Your task is to copy the lines of the data below from the line holding "const ring: Ring" through the line holding "const [lon = 0, lat", inclusive, exactly and with nothing added.

....

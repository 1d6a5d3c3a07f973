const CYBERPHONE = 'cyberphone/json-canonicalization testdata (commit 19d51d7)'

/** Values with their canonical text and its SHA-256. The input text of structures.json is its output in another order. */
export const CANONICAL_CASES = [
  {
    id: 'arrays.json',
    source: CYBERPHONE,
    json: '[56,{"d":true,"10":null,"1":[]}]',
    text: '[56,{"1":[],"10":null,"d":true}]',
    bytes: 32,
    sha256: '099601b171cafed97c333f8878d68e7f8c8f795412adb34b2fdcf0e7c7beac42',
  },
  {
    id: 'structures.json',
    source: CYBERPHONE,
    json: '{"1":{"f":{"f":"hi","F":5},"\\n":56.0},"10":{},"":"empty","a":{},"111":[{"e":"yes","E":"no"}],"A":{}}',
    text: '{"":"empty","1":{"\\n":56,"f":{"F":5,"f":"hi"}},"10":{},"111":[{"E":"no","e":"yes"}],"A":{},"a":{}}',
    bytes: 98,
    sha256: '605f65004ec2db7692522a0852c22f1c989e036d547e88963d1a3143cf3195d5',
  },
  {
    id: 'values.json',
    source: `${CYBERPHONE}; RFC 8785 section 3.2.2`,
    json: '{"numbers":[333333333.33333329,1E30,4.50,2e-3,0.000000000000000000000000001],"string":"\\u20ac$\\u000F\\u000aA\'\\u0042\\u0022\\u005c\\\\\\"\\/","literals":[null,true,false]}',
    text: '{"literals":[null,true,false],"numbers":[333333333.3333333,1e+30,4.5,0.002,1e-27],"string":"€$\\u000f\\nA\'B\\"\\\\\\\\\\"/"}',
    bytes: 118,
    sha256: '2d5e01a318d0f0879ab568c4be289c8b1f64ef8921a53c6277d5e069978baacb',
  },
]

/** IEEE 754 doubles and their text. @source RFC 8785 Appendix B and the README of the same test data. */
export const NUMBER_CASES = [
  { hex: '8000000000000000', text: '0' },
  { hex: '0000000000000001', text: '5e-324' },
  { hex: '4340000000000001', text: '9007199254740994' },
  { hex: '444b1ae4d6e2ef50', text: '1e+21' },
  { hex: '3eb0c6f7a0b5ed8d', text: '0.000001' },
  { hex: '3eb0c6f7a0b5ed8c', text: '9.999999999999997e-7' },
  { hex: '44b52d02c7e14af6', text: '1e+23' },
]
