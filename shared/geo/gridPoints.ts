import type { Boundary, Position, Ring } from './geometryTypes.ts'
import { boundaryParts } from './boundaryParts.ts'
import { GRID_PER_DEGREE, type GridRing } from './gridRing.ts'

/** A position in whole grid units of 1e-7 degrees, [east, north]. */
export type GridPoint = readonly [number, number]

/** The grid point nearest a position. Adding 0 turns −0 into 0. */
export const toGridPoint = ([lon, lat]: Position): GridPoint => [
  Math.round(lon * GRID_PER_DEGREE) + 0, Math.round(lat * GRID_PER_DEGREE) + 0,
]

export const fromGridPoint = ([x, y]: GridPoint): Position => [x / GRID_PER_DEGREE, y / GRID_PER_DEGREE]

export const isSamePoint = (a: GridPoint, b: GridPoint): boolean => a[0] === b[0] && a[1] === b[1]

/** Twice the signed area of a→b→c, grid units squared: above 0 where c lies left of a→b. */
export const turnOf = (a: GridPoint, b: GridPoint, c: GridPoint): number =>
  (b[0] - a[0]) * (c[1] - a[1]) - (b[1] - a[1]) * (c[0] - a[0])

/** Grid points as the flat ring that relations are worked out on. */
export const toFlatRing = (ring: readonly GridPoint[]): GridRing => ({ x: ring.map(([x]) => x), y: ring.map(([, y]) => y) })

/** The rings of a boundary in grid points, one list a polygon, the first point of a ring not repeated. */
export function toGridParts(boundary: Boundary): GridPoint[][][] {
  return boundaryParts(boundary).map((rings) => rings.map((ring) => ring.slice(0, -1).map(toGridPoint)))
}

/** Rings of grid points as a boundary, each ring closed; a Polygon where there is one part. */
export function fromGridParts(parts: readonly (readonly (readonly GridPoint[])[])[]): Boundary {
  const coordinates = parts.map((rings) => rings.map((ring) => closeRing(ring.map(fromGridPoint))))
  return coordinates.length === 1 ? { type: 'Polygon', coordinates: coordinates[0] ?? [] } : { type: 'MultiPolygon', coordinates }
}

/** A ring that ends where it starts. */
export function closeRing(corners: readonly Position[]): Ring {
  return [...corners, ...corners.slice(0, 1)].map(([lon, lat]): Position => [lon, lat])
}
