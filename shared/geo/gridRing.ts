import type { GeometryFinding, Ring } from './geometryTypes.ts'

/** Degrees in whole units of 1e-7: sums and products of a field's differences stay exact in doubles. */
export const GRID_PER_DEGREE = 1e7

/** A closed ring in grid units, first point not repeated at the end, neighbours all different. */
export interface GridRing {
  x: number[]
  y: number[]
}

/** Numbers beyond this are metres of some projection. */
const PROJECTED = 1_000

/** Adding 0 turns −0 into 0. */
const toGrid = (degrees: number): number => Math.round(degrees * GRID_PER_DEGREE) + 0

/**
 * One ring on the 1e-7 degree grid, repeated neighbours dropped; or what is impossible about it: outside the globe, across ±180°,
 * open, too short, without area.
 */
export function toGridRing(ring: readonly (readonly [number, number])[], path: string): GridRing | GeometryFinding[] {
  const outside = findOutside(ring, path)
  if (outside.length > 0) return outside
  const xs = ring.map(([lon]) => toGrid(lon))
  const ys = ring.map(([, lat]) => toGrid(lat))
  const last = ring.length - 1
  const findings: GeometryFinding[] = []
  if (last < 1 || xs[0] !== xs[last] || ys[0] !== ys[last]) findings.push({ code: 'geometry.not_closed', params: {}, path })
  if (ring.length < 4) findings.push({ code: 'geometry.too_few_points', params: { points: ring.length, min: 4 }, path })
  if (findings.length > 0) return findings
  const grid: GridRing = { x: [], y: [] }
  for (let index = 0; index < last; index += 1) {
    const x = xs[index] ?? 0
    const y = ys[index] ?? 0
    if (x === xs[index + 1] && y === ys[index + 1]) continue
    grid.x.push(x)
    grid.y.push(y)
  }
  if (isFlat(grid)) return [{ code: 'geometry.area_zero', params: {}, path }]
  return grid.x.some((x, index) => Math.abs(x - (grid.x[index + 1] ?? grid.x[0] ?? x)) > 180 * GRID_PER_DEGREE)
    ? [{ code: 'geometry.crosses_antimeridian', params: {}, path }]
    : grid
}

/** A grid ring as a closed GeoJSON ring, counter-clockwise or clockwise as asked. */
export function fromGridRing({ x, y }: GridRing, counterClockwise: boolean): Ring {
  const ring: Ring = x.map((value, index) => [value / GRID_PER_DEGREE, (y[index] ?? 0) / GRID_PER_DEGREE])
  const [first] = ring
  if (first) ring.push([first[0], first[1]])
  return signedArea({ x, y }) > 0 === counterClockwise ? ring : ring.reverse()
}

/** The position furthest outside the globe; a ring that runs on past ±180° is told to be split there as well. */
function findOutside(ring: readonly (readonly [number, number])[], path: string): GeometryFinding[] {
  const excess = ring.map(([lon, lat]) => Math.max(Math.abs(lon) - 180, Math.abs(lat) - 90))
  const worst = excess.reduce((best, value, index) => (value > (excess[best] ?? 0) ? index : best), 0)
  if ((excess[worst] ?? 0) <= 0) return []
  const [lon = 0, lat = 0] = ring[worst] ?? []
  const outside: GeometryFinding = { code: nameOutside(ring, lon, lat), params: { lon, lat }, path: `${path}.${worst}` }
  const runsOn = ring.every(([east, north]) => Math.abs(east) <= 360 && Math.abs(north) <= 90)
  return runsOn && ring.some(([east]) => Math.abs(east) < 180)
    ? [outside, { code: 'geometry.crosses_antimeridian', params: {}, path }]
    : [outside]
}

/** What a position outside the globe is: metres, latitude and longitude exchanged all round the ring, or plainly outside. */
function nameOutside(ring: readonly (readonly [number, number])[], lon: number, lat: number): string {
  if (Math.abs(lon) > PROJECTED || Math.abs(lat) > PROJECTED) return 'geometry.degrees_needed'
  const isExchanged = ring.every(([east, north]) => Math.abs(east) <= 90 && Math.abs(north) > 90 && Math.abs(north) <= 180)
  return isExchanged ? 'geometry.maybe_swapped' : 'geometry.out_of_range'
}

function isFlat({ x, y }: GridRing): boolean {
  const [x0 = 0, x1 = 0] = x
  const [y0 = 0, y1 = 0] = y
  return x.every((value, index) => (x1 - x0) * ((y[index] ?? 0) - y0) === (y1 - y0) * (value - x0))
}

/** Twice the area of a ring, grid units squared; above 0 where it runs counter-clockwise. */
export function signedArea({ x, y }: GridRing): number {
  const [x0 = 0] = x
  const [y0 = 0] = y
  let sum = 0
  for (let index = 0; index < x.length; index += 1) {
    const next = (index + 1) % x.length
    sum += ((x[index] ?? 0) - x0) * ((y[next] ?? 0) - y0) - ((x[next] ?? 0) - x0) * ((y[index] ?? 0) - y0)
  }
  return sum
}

....

Answer for this exercise
  const ring: Ring = x.map((value, index) => [value / GRID_PER_DEGREE, (y[index] ?? 0) / GRID_PER_DEGREE])
  const [first] = ring
  if (first) ring.push([first[0], first[1]])
  return signedArea({ x, y }) > 0 === counterClockwise ? ring : ring.reverse()
}

/** The position furthest outside the globe; a ring that runs on past ±180° is told to be split there as well. */
function findOutside(ring: readonly (readonly [number, number])[], path: string): GeometryFinding[] {
  const excess = ring.map(([lon, lat]) => Math.max(Math.abs(lon) - 180, Math.abs(lat) - 90))
  const worst = excess.reduce((best, value, index) => (value > (excess[best] ?? 0) ? index : best), 0)
  if ((excess[worst] ?? 0) <= 0) return []
  const [lon = 0, lat = 0] = ring[worst] ?? []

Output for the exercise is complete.